- Task details -
Exactly as they appear, copy the lines from the start of the entries below to the line containing "# outage windows for the radio uplink", both ends included.

- Source information -

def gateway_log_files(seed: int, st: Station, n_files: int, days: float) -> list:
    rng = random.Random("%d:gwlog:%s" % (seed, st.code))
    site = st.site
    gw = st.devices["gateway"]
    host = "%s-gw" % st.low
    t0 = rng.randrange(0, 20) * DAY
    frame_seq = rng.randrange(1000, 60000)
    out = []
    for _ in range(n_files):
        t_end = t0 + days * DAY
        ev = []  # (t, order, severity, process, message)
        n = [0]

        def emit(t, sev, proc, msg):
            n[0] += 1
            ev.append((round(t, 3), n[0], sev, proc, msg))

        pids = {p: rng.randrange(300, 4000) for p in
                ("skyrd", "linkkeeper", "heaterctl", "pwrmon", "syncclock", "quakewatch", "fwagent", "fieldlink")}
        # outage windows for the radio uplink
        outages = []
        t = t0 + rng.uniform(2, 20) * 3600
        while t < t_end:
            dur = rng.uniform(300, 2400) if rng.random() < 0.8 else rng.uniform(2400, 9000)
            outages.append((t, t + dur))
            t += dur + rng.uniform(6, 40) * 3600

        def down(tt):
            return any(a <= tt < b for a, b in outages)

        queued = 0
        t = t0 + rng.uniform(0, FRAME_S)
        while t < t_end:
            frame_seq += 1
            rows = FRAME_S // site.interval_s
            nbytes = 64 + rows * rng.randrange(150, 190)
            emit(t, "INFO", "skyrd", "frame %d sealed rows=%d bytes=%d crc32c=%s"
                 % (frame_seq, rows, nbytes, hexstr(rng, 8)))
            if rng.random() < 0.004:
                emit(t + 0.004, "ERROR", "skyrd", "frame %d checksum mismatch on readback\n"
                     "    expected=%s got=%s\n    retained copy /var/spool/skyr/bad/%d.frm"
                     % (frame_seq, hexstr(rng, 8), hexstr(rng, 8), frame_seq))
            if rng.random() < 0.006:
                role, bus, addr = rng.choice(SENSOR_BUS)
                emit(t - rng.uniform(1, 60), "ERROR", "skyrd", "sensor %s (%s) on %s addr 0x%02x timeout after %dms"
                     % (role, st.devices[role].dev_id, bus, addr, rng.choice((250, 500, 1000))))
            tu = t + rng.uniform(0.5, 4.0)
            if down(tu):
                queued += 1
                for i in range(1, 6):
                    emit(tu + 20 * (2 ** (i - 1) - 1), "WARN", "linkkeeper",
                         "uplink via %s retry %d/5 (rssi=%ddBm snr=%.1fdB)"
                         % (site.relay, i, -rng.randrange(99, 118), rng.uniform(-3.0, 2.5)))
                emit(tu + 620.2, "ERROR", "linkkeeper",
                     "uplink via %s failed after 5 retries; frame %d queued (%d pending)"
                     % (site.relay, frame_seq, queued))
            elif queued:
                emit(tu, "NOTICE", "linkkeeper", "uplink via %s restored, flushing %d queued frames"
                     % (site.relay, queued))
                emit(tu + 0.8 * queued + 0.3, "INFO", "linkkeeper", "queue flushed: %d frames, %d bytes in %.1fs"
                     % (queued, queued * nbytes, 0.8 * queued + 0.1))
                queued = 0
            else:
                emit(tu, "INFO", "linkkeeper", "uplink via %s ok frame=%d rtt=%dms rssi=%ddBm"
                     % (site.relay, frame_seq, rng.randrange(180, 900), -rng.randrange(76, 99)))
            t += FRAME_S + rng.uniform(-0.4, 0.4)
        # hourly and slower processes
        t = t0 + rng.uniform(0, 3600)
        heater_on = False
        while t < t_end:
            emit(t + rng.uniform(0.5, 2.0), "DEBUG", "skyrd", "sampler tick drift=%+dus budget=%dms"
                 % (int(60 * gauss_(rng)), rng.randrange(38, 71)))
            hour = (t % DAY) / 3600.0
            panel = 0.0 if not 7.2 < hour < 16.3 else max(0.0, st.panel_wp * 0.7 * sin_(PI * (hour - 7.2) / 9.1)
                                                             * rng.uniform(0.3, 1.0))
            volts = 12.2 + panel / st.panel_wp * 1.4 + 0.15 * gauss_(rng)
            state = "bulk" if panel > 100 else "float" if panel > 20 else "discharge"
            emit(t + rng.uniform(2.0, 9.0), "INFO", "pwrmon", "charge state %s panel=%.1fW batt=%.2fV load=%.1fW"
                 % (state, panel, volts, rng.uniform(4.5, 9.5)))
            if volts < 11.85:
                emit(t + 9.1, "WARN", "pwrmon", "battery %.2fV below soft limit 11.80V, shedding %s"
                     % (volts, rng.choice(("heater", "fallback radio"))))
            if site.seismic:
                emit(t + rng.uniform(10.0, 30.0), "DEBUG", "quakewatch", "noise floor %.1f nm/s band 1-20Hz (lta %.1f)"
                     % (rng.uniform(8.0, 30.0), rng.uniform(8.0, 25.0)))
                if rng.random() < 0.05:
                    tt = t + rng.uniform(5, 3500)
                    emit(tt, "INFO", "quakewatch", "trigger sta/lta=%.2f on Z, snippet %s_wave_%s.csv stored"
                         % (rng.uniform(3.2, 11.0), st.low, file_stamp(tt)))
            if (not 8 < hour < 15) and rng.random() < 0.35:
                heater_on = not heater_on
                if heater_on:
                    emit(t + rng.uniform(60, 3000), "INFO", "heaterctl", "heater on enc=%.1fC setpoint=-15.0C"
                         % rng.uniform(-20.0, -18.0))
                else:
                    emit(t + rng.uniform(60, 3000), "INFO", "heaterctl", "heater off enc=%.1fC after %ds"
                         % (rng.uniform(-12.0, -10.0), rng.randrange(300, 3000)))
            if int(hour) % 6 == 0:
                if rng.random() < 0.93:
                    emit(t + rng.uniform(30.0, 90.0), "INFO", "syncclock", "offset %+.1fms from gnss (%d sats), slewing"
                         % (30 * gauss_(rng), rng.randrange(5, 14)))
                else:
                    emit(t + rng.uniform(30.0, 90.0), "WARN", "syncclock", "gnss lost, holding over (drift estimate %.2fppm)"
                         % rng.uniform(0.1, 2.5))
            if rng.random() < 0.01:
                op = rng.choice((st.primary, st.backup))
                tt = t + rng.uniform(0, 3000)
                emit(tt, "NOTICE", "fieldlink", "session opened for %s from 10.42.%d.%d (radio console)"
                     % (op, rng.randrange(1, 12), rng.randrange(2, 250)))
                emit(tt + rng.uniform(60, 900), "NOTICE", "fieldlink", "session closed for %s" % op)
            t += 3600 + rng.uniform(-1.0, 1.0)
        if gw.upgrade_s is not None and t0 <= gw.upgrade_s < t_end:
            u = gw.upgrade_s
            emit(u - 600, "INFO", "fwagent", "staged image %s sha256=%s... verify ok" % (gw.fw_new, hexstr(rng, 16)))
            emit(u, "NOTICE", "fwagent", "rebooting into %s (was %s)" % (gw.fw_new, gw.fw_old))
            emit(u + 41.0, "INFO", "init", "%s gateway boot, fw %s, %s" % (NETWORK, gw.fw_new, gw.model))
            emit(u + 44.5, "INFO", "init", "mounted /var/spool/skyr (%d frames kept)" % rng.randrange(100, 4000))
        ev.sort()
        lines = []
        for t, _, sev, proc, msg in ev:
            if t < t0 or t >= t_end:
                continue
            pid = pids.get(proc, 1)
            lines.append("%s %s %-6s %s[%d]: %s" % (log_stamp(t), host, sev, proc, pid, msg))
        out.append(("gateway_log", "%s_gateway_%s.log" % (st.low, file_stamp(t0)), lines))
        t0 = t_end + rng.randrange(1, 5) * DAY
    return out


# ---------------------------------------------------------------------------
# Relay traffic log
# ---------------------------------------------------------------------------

- Output for this exercise -
def gateway_log_files(seed: int, st: Station, n_files: int, days: float) -> list:
    rng = random.Random("%d:gwlog:%s" % (seed, st.code))
    site = st.site
    gw = st.devices["gateway"]
    host = "%s-gw" % st.low
    t0 = rng.randrange(0, 20) * DAY
    frame_seq = rng.randrange(1000, 60000)
    out = []
    for _ in range(n_files):
        t_end = t0 + days * DAY
        ev = []  # (t, order, severity, process, message)
        n = [0]

        def emit(t, sev, proc, msg):
            n[0] += 1
            ev.append((round(t, 3), n[0], sev, proc, msg))

        pids = {p: rng.randrange(300, 4000) for p in
                ("skyrd", "linkkeeper", "heaterctl", "pwrmon", "syncclock", "quakewatch", "fwagent", "fieldlink")}
        # outage windows for the radio uplink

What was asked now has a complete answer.